Breaking the Wall: How CharacterAI Scaled AI Inference to Millions with AMD and DigitalOcean

What does it actually take to scale AI inference to millions of users in production? In this conversation, Guy Currier, Chief Analyst for Visible Impact & Research Director at the Futurum Group, sits down with leaders from AMD, CharacterAI, and DigitalOcean to pull back the curtain on one of the most demanding real-world AI deployments in the market today.

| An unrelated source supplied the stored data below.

//! Throughput of `hall.reduce` on a million raw readings, and what the plugin boundary
//! costs for a table of that size.
//!
//! Run it with
//!
//! ```text
//! cargo bench -p mobilis-tests --bench hall_reduce
//! ```
//!
//! It first builds the release plugin libraries it loads (`cargo build --release -p
//! mobilis-plugin-hall -p mobilis-test-fixture`, into `target/release` or
//! `$CARGO_TARGET_DIR/release`) and stops with cargo's message if that fails. It then
//! generates, with the forward models of `mobilis_core::forward` and a fixed seed, a
//! temperature run of 100 compensated n-type silicon van der Pauw pieces at 625 temperatures
//! (26 K to 650 K), 16 readings each (8 resistance readings at zero field, 8 Hall readings
//! at +-0.5 T): 1,000,000 readings with voltmeter noise, thermoelectric offsets, Hall
//! misalignment, controller jitter and the six lab wirings. The sample sheet (thickness,
//! Hall factor) goes in as the `samples` table.
//!
//! Every figure is the wall time of one call, after one untimed warm-up call, over several
//! timed repetitions; the table gives the median and the fastest. Dropping a call's result
//! is not timed.
//!
//! - (a) `hall.reduce` through `PluginHost::invoke`, as the daemon calls it: export of the
//!   readings, their import in the plugin, the reduction, the export of the 62,500-row
//!   result and its import in the host. The rate is input readings per second.
//! - (b) `fixture.identity` through `PluginHost::invoke` on the same readings: the table is
//!   exported, imported by the plugin, exported back unchanged and imported by the host, so
//!   this is the whole cost of the boundary (both ways) for this table, with no compute.
//! - (c) `table_ffi::export_frame` followed by `table_ffi::import_frame` in the same
//!   process: one crossing without a plugin, the reference for (b), which makes two.
//! - (b') and (c'): the same without the `sample` column. Numeric columns cross without a
//!   copy; a string column is rewritten to the classic large UTF-8 layout on export and
//!   back to string views on import (see `mobilis_core::abi`), so the difference between
//!   (b) and (b') is what the text column costs.
//!
//! - (a-iso) and (b-iso): (a) and (b) with the plugins isolated, as the daemon runs a
//!   `--plugin-dir` library: the call goes to a worker process (`mobilisd --plugin-worker`,
//!   the release binary), inputs and output cross its pipes as Arrow IPC. The difference to
//!   (a) and (b) is the cost of isolation.
//!
//! Peak RSS is the process's high-water mark (`VmHWM` of `/proc/self/status`; Linux only),
//! read after the dataset is built and at the end, so that the second figure shows what the
//! calls added on top of the data.
//!
//! Cargo passes `--bench` to the binary under `cargo bench`; without it (for example under
//! `cargo test --all-targets`, in a debug build) the binary only says how to run it.

use mobilis_core::table_ffi;
use mobilis_rpc::plugin_host::{CallControl, PluginHost};
use mobilis_rpc::plugin_supervisor::WorkerSettings;
use mobilis_tests::bench::{self, format_kib, format_seconds, peak_rss_kib, Timing};
use mobilis_tests::hall_readings::{self, READINGS_PER_TEMPERATURE, SAMPLE_COUNT, SETPOINT_COUNT};
use polars::prelude::*;
use std::sync::Arc;
use std::time::Instant;

const BENCH: &str = "hall_reduce";

/// Untimed calls before the timed ones: the first call pays for page faults, lazy
/// initialisation and the plugins' thread pools.
const WARM_UP: usize = 1;
/// Odd, so that the median is one measured call.
const REDUCE_REPETITIONS: usize = 7;
const BOUNDARY_REPETITIONS: usize = 11;

fn main() {
    if !bench::invoked_as_benchmark(BENCH) {
        return;
    }

    let release = bench::build_release_plugins(BENCH, &["mobilis-plugin-hall", "mobilis-test-fixture"]);
    let host = bench::load_plugins(BENCH, &release, &["mobilis_hall", "test_fixture_plugin"]);
    let worker_program = release.join(format!("mobilisd{}", std::env::consts::EXE_SUFFIX));
    let mut isolated_host = PluginHost::default().with_workers(WorkerSettings::new(
        worker_program,
        std::time::Duration::from_secs(3600),
    ));
    for lib_name in ["mobilis_hall", "test_fixture_plugin"] {
        let file = release.join(format!(
            "{}{lib_name}{}",
            std::env::consts::DLL_PREFIX,
            std::env::consts::DLL_SUFFIX
        ));
        if let Err(reason) = isolated_host.load_isolated(&file) {
            fail(&format!("cannot load {} isolated: {reason}", file.display()));
        }
    }

    let started = Instant::now();
    let (readings, sheet) = hall_readings::generate(SAMPLE_COUNT).unwrap_or_else(|message| fail(&message));
    let generation_s = started.elapsed().as_secs_f64();
    let reading_count = readings.height();
    let peak_after_generation = peak_rss_kib();
    println!(
        "dataset: {reading_count} readings ({SAMPLE_COUNT} samples x {SETPOINT_COUNT} temperatures x {READINGS_PER_TEMPERATURE}), generated in {generation_s:.2} s"
    );

    let control = Arc::new(CallControl::default());
    let no_params = serde_json::json!({});
    let reduce_inputs = vec![("readings".to_owned(), readings.clone()), ("samples".to_owned(), sheet)];
    let numeric = readings
        .drop("sample")
        .unwrap_or_else(|error| fail(&format!("cannot drop the sample column: {error}")));

    let invoke_in = |host: &PluginHost, analysis: &str, inputs: &[(String, DataFrame)]| {
        host.invoke(analysis, &no_params, inputs, &control)
            .unwrap_or_else(|failure| {
                fail(&format!(
                    "{analysis} failed (status {}): {}",
                    failure.status, failure.message
                ))
            })
    };
    let invoke = |analysis: &str, inputs: &[(String, DataFrame)]| invoke_in(&host, analysis, inputs);
    let invoke_isolated = |analysis: &str, inputs: &[(String, DataFrame)]| invoke_in(&isolated_host, analysis, inputs);

    // Checked once, untimed: a figure for a call that returned the wrong thing means nothing.
    let reduced = invoke("hall.reduce", &reduce_inputs);
    let output_rows = reduced.table.height();
    let flagged_rows = reduced.summary["flagged_rows"].as_i64().unwrap_or(-1);
    let flag_counts = reduced.summary["flag_counts"].to_string();
    drop(reduced);
    let identity_inputs = vec![("values".to_owned(), readings.clone())];
    let numeric_inputs = vec![("values".to_owned(), numeric.clone())];
    let echoed = invoke("fixture.identity", &identity_inputs);
    if !echoed.table.equals_missing(&readings) {
        fail("fixture.identity did not return its input table unchanged");
    }
    drop(echoed);
    let isolated_reduced = invoke_isolated("hall.reduce", &reduce_inputs);
    if isolated_reduced.table.height() != output_rows {
        fail("hall.reduce in a worker returned another number of rows than in process");
    }
    drop(isolated_reduced);
    println!("hall.reduce: {output_rows} output rows, {flagged_rows} of them flagged {flag_counts}");

    let reduce = bench::measure(WARM_UP, REDUCE_REPETITIONS, || invoke("hall.reduce", &reduce_inputs));
    let identity = bench::measure(WARM_UP, BOUNDARY_REPETITIONS, || {
        invoke("fixture.identity", &identity_inputs)
    });
    let identity_numeric = bench::measure(WARM_UP, BOUNDARY_REPETITIONS, || {
        invoke("fixture.identity", &numeric_inputs)
    });
    let reduce_isolated = bench::measure(WARM_UP, REDUCE_REPETITIONS, || {
        invoke_isolated("hall.reduce", &reduce_inputs)
    });
    let identity_isolated = bench::measure(WARM_UP, BOUNDARY_REPETITIONS, || {
        invoke_isolated("fixture.identity", &identity_inputs)
    });
    let in_process = bench::measure(WARM_UP, BOUNDARY_REPETITIONS, || round_trip(&readings));
    let in_process_numeric = bench::measure(WARM_UP, BOUNDARY_REPETITIONS, || round_trip(&numeric));
    let peak_at_end = peak_rss_kib();

    println!();
    println!(
        "{:<58} {:>11} {:>11} {:>16}",
        "figure (one call)", "median", "min", "readings/s"
    );
    let line = |label: &str, timing: &Timing| {
        println!(
            "{:<58} {:>11} {:>11} {:>16.3e}",
            label,
            format_seconds(timing.median_s),
            format_seconds(timing.min_s),
            reading_count as f64 / timing.median_s
        );
    };
    line("(a)  hall.reduce via PluginHost::invoke", &reduce);
    line("(a-iso) hall.reduce in an isolated worker", &reduce_isolated);
    line("(b)  fixture.identity via PluginHost::invoke", &identity);
    line("(b-iso) fixture.identity in an isolated worker", &identity_isolated);
    line("(b') fixture.identity, without the sample column", &identity_numeric);
    line("(c)  export_frame + import_frame in-process", &in_process);
    line(
        "(c') export_frame + import_frame, without the sample column",
        &in_process_numeric,
    );
    println!(
        "timed calls: {REDUCE_REPETITIONS} for (a) and (a-iso), {BOUNDARY_REPETITIONS} for the others, each after {WARM_UP} warm-up; {} columns, {} numeric",
        readings.width(),
        numeric.width()
    );
    let signed = |seconds: f64| {
        let sign = if seconds < 0.0 { "-" } else { "+" };
        format!("{sign}{}", format_seconds(seconds.abs()))
    };
    println!(
        "cost of isolation (median, isolated minus in process): hall.reduce {} per call ({:+.1} %), the boundary both ways {}",
        signed(reduce_isolated.median_s - reduce.median_s),
        100.0 * (reduce_isolated.median_s / reduce.median_s - 1.0),
        signed(identity_isolated.median_s - identity.median_s)
    );
    println!(
        "peak RSS (VmHWM): {} after generating the dataset, {} at the end",
        format_kib(peak_after_generation),
        format_kib(peak_at_end)
    );
}

/// Stops the benchmark with a message on stderr.
fn fail(message: &str) -> ! {
    bench::fail(BENCH, message)
}

/// One crossing of the boundary in-process: export, then import into a new DataFrame.
fn round_trip(frame: &DataFrame) -> DataFrame {
    let (schema, array) =
        table_ffi::export_frame(frame).unwrap_or_else(|error| fail(&format!("export_frame failed: {error}")));
    // SAFETY: both structures were just exported from a live DataFrame of this process, and
    // their release callbacks are this binary's own code.
    unsafe { table_ffi::import_frame(&schema, array) }
        .unwrap_or_else(|error| fail(&format!("import_frame failed: {error}")))
}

CharacterAI’s Chief Architect walks through the memory bottlenecks that were limiting their ability to serve larger, more immersive conversational AI models. AMD’s MI325X accelerators, with their substantial 256GB HBM capacity, enabled CharacterAI to fit the same models on half the hardware. But getting there required DigitalOcean and AMD to work in close lockstep — resolving early memory access issues, writing and upstreaming vLLM kernels, and ensuring the full hardware-software stack was production-ready before CharacterAI ever flipped the switch.

But the hardware is only part of the story. This discussion also covers the software stack, the collaborative process, and the organizational factors that enabled a complex platform migration in roughly three months. Whether you're an AI engineer wrestling with inference costs, an architect evaluating GPU platforms, or a technical leader navigating a major infrastructure transition, this discussion offers rare, ground-level insight into the decisions and tradeoffs that separate a smooth deployment from a painful one.

Scaling AI inference to millions of users is no longer theoretical. In this session, leaders from AMD, CharacterAI, and DigitalOcean sit down with Guy Currier, Chief Analyst for Visible Impact & Research Director at the Futurum Group, to walk through what it took to make it work in production.

At the center of the story is a hard constraint: memory. CharacterAI’s Chief Architect shares how memory bottlenecks limited their ability to run larger, more immersive models, and how AMD MI325X accelerators with 256GB of HBM enabled them to run those same models on half the hardware.

Getting there wasn’t plug-and-play. AMD and DigitalOcean worked side by side to resolve early memory access issues, contribute vLLM kernel optimizations, and bring the full stack to production readiness before launch.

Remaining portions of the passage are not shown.